# [TASK DESCRIPTION]
Give every line of the data again, exactly.

══════════

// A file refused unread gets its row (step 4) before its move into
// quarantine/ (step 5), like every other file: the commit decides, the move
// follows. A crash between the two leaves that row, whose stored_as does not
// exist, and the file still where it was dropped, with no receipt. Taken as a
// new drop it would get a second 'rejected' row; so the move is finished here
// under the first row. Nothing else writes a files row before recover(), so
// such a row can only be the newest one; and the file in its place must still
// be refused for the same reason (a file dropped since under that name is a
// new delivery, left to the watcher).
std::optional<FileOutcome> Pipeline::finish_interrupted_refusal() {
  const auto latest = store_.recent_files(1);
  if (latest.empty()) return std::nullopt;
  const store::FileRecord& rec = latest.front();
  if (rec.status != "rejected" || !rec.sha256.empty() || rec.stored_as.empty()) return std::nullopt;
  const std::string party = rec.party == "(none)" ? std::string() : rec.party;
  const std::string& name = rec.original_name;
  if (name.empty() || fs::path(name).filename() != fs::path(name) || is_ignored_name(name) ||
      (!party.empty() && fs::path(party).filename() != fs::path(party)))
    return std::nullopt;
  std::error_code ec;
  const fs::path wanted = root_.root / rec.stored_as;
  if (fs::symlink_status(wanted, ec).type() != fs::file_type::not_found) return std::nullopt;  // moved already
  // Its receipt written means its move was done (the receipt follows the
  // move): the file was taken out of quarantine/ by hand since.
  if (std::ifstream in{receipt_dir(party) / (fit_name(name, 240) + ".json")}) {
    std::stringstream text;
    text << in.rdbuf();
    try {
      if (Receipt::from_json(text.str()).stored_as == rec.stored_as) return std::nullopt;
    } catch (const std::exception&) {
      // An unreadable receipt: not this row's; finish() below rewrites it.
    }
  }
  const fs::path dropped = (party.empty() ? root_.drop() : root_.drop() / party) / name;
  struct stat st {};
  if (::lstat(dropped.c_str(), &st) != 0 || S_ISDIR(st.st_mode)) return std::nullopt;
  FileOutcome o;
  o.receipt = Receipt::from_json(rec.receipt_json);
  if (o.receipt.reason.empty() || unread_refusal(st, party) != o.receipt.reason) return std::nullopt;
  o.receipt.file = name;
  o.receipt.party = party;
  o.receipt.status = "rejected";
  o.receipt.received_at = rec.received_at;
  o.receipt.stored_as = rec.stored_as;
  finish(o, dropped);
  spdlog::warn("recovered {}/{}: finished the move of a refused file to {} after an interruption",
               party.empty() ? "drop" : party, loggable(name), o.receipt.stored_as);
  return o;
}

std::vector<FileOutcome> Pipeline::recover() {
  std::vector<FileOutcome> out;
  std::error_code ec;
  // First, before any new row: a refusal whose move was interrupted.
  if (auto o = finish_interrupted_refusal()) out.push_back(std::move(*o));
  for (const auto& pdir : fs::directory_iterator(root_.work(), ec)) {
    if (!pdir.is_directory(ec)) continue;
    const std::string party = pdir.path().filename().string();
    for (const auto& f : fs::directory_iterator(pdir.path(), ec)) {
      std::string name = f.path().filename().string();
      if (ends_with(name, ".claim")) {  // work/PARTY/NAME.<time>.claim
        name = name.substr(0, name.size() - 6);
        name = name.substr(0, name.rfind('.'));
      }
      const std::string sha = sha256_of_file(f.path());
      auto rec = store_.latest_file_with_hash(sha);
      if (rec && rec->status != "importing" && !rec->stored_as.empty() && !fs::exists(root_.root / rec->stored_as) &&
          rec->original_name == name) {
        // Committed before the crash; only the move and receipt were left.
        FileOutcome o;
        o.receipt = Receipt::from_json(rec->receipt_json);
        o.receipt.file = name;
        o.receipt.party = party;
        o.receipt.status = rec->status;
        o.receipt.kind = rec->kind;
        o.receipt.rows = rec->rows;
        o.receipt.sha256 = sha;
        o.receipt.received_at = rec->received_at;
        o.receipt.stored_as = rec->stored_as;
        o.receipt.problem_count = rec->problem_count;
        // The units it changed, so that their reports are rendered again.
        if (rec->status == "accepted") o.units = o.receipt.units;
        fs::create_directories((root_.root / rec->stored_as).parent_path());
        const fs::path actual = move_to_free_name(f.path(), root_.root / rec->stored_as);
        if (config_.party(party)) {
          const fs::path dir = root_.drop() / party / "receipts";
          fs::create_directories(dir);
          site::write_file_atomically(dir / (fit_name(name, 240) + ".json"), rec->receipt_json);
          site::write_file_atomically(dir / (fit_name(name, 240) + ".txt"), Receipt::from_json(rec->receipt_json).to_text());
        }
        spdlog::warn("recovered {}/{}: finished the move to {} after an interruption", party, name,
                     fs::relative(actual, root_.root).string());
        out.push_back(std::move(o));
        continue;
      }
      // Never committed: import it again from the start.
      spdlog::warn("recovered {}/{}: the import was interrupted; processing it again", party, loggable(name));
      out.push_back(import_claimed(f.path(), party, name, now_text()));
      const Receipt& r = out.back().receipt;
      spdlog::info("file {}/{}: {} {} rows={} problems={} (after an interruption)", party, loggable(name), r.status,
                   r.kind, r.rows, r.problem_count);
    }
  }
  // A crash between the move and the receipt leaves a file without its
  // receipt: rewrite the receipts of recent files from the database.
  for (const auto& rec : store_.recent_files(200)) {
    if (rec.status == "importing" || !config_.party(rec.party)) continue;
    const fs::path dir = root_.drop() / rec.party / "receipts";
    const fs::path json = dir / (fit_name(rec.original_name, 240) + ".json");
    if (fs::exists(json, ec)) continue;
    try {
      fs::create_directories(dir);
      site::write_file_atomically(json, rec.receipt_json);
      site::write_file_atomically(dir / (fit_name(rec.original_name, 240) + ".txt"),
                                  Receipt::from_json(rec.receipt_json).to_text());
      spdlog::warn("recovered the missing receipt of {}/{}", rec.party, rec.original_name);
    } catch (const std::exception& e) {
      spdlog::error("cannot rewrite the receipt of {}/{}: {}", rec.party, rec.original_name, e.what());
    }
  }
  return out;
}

══════════

# [ANSWER TO THE PROBLEM]
// A file refused unread gets its row (step 4) before its move into
// quarantine/ (step 5), like every other file: the commit decides, the move
// follows. A crash between the two leaves that row, whose stored_as does not
// exist, and the file still where it was dropped, with no receipt. Taken as a
// new drop it would get a second 'rejected' row; so the move is finished here
// under the first row. Nothing else writes a files row before recover(), so
// such a row can only be the newest one; and the file in its place must still
// be refused for the same reason (a file dropped since under that name is a
// new delivery, left to the watcher).
std::optional<FileOutcome> Pipeline::finish_interrupted_refusal() {
  const auto latest = store_.recent_files(1);
  if (latest.empty()) return std::nullopt;
  const store::FileRecord& rec = latest.front();
  if (rec.status != "rejected" || !rec.sha256.empty() || rec.stored_as.empty()) return std::nullopt;
  const std::string party = rec.party == "(none)" ? std::string() : rec.party;
  const std::string& name = rec.original_name;
  if (name.empty() || fs::path(name).filename() != fs::path(name) || is_ignored_name(name) ||
      (!party.empty() && fs::path(party).filename() != fs::path(party)))
    return std::nullopt;
  std::error_code ec;
  const fs::path wanted = root_.root / rec.stored_as;
  if (fs::symlink_status(wanted, ec).type() != fs::file_type::not_found) return std::nullopt;  // moved already
  // Its receipt written means its move was done (the receipt follows the
  // move): the file was taken out of quarantine/ by hand since.
  if (std::ifstream in{receipt_dir(party) / (fit_name(name, 240) + ".json")}) {
    std::stringstream text;
    text << in.rdbuf();
    try {
      if (Receipt::from_json(text.str()).stored_as == rec.stored_as) return std::nullopt;
    } catch (const std::exception&) {
      // An unreadable receipt: not this row's; finish() below rewrites it.
    }
  }
  const fs::path dropped = (party.empty() ? root_.drop() : root_.drop() / party) / name;
  struct stat st {};
  if (::lstat(dropped.c_str(), &st) != 0 || S_ISDIR(st.st_mode)) return std::nullopt;
  FileOutcome o;
  o.receipt = Receipt::from_json(rec.receipt_json);
  if (o.receipt.reason.empty() || unread_refusal(st, party) != o.receipt.reason) return std::nullopt;
  o.receipt.file = name;
  o.receipt.party = party;
  o.receipt.status = "rejected";
  o.receipt.received_at = rec.received_at;
  o.receipt.stored_as = rec.stored_as;
  finish(o, dropped);
  spdlog::warn("recovered {}/{}: finished the move of a refused file to {} after an interruption",
               party.empty() ? "drop" : party, loggable(name), o.receipt.stored_as);
  return o;
}

std::vector<FileOutcome> Pipeline::recover() {
  std::vector<FileOutcome> out;
  std::error_code ec;
  // First, before any new row: a refusal whose move was interrupted.
  if (auto o = finish_interrupted_refusal()) out.push_back(std::move(*o));
  for (const auto& pdir : fs::directory_iterator(root_.work(), ec)) {
    if (!pdir.is_directory(ec)) continue;
    const std::string party = pdir.path().filename().string();
    for (const auto& f : fs::directory_iterator(pdir.path(), ec)) {
      std::string name = f.path().filename().string();
      if (ends_with(name, ".claim")) {  // work/PARTY/NAME.<time>.claim
        name = name.substr(0, name.size() - 6);
        name = name.substr(0, name.rfind('.'));
      }
      const std::string sha = sha256_of_file(f.path());
      auto rec = store_.latest_file_with_hash(sha);
      if (rec && rec->status != "importing" && !rec->stored_as.empty() && !fs::exists(root_.root / rec->stored_as) &&
          rec->original_name == name) {
        // Committed before the crash; only the move and receipt were left.
        FileOutcome o;
        o.receipt = Receipt::from_json(rec->receipt_json);
        o.receipt.file = name;
        o.receipt.party = party;
        o.receipt.status = rec->status;
        o.receipt.kind = rec->kind;
        o.receipt.rows = rec->rows;
        o.receipt.sha256 = sha;
        o.receipt.received_at = rec->received_at;
        o.receipt.stored_as = rec->stored_as;
        o.receipt.problem_count = rec->problem_count;
        // The units it changed, so that their reports are rendered again.
        if (rec->status == "accepted") o.units = o.receipt.units;
        fs::create_directories((root_.root / rec->stored_as).parent_path());
        const fs::path actual = move_to_free_name(f.path(), root_.root / rec->stored_as);
        if (config_.party(party)) {
          const fs::path dir = root_.drop() / party / "receipts";
          fs::create_directories(dir);
          site::write_file_atomically(dir / (fit_name(name, 240) + ".json"), rec->receipt_json);
          site::write_file_atomically(dir / (fit_name(name, 240) + ".txt"), Receipt::from_json(rec->receipt_json).to_text());
        }
        spdlog::warn("recovered {}/{}: finished the move to {} after an interruption", party, name,
                     fs::relative(actual, root_.root).string());
        out.push_back(std::move(o));
        continue;
      }
      // Never committed: import it again from the start.
      spdlog::warn("recovered {}/{}: the import was interrupted; processing it again", party, loggable(name));
      out.push_back(import_claimed(f.path(), party, name, now_text()));
      const Receipt& r = out.back().receipt;
      spdlog::info("file {}/{}: {} {} rows={} problems={} (after an interruption)", party, loggable(name), r.status,
                   r.kind, r.rows, r.problem_count);
    }
  }
  // A crash between the move and the receipt leaves a file without its
  // receipt: rewrite the receipts of recent files from the database.
  for (const auto& rec : store_.recent_files(200)) {
    if (rec.status == "importing" || !config_.party(rec.party)) continue;
    const fs::path dir = root_.drop() / rec.party / "receipts";
    const fs::path json = dir / (fit_name(rec.original_name, 240) + ".json");
    if (fs::exists(json, ec)) continue;
    try {
      fs::create_directories(dir);
      site::write_file_atomically(json, rec.receipt_json);
      site::write_file_atomically(dir / (fit_name(rec.original_name, 240) + ".txt"),
                                  Receipt::from_json(rec.receipt_json).to_text());
      spdlog::warn("recovered the missing receipt of {}/{}", rec.party, rec.original_name);
    } catch (const std::exception& e) {
      spdlog::error("cannot rewrite the receipt of {}/{}: {}", rec.party, rec.original_name, e.what());
    }
  }
  return out;
}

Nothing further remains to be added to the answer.